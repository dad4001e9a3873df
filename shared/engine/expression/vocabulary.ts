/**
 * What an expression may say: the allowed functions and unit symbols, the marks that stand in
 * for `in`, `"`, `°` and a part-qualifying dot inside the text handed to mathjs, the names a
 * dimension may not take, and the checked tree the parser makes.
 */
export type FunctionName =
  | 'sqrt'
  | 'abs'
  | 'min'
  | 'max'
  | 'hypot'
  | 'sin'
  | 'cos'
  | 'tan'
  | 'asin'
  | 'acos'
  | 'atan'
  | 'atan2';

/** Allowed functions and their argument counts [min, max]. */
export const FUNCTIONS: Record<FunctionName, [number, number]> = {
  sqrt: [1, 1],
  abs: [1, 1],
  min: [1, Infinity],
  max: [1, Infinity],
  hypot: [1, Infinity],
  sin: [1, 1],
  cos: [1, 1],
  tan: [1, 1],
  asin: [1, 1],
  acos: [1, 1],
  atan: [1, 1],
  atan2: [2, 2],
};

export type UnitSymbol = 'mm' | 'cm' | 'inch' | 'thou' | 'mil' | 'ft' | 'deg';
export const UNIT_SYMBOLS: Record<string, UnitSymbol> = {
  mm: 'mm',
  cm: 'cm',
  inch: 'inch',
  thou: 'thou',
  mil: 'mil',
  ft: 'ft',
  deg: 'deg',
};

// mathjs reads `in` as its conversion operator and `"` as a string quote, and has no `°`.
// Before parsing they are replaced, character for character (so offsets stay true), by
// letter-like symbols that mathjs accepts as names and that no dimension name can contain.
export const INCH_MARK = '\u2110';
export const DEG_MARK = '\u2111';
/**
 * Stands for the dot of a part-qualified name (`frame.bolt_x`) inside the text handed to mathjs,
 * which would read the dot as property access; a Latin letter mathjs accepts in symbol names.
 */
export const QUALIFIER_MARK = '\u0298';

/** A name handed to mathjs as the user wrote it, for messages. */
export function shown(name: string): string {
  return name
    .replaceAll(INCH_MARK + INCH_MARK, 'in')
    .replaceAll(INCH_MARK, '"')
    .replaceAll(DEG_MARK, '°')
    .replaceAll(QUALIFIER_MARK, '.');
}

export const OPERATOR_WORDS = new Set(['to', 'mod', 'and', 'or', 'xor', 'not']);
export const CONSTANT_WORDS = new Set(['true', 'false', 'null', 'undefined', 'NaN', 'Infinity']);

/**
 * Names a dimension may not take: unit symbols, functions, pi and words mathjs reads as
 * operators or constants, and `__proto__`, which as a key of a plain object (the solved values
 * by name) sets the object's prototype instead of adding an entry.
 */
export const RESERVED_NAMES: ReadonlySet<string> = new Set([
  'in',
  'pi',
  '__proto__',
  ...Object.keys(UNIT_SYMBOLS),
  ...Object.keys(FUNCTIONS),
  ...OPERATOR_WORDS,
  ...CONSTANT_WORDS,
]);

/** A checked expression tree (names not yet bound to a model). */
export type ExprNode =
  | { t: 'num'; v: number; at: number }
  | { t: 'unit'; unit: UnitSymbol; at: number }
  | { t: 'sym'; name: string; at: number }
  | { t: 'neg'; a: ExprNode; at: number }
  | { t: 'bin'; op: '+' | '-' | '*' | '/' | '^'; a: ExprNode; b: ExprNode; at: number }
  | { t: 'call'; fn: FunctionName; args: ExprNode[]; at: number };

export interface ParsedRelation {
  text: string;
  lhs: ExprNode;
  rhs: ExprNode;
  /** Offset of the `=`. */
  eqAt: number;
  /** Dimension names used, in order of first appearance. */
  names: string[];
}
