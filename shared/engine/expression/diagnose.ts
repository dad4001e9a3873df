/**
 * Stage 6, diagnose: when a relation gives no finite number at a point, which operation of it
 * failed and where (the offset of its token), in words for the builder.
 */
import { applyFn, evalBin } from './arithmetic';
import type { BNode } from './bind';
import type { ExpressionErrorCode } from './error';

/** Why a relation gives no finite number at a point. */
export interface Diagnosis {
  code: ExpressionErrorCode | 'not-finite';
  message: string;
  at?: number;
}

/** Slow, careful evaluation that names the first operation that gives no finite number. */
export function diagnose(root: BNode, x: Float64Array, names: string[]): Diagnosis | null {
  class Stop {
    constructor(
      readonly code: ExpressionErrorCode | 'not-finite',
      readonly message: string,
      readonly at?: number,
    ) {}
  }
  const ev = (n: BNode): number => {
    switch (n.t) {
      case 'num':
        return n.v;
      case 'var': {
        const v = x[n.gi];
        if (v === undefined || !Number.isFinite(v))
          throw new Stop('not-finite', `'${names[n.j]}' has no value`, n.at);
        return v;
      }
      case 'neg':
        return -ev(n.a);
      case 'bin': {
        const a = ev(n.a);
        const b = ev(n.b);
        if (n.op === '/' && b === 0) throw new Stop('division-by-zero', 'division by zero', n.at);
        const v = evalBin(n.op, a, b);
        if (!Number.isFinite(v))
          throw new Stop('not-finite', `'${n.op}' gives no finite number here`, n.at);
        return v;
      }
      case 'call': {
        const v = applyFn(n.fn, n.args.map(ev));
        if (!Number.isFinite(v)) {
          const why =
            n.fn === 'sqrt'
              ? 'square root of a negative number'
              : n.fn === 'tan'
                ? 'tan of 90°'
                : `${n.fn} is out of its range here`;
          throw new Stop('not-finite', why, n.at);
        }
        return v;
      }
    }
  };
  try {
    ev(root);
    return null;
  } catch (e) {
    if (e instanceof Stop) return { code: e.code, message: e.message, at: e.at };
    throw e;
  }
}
• • • • •
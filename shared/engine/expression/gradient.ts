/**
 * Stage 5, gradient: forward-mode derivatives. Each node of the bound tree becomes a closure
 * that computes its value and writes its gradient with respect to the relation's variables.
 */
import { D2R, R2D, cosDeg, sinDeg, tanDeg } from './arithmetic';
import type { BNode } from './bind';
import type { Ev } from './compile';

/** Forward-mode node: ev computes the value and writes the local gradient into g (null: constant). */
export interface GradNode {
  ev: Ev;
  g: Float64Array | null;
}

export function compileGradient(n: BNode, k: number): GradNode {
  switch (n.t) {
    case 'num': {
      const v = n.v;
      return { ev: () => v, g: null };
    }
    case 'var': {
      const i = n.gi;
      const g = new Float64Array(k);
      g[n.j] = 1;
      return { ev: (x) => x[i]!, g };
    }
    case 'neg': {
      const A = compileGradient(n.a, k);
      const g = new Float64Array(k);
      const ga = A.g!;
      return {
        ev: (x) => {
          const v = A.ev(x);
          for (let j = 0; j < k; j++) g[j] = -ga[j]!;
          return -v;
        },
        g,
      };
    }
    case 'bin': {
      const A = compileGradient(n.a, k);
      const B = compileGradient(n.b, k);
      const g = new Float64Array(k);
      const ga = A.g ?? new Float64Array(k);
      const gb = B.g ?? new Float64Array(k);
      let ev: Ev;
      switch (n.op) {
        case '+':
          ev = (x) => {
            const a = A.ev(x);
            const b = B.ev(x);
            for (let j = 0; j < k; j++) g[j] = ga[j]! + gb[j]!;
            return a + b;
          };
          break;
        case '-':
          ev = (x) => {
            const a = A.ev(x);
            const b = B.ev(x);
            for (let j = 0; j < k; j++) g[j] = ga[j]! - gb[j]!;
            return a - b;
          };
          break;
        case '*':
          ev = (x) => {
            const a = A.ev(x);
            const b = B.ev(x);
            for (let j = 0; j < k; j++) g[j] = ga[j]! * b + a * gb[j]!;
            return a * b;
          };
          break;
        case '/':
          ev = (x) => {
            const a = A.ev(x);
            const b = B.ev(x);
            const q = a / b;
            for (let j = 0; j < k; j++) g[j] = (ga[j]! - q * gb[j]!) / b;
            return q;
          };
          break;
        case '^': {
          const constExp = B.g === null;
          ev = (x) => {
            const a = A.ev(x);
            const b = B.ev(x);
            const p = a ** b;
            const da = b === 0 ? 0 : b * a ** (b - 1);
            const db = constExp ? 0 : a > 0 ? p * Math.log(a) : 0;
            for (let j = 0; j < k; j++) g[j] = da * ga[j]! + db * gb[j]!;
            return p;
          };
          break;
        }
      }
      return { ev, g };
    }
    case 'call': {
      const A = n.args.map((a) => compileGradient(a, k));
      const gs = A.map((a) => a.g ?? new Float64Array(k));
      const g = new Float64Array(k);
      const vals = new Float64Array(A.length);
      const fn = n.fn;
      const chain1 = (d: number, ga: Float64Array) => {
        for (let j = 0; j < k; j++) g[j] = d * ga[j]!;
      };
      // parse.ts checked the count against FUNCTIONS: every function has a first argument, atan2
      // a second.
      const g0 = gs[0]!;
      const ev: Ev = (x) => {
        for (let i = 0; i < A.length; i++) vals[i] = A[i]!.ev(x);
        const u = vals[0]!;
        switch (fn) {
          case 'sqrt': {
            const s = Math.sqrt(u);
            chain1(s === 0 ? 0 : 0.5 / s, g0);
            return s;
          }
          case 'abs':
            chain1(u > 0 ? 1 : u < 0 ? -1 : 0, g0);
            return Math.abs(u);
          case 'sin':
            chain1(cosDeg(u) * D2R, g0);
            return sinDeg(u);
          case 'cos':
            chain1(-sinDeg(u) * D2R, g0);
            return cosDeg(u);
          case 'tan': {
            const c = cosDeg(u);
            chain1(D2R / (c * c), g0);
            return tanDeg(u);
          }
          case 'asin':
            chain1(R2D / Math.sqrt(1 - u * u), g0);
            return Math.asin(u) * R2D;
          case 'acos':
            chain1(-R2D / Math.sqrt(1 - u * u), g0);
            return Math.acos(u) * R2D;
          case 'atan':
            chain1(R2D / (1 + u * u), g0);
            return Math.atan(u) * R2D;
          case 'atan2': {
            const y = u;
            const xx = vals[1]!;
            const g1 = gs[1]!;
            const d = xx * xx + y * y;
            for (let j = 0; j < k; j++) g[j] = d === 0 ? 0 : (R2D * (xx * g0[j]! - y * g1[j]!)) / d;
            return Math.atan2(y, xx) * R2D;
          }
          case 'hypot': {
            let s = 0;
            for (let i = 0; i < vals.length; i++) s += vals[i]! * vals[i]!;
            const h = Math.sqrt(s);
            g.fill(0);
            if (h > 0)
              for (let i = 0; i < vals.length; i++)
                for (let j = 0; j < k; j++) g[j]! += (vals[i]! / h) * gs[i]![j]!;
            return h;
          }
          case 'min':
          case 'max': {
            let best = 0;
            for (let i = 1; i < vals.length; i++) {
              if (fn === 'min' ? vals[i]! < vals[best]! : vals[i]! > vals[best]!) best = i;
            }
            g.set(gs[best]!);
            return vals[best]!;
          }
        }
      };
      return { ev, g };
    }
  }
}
• • • • •
◆ BRIEF
The answer consists of the lines above that include the word "Stage", each copied exactly.

◆ EXPECTED ANSWER
 * Stage 6, diagnose: when a relation gives no finite number at a point, which operation of it
 * Stage 5, gradient: forward-mode derivatives. Each node of the bound tree becomes a closure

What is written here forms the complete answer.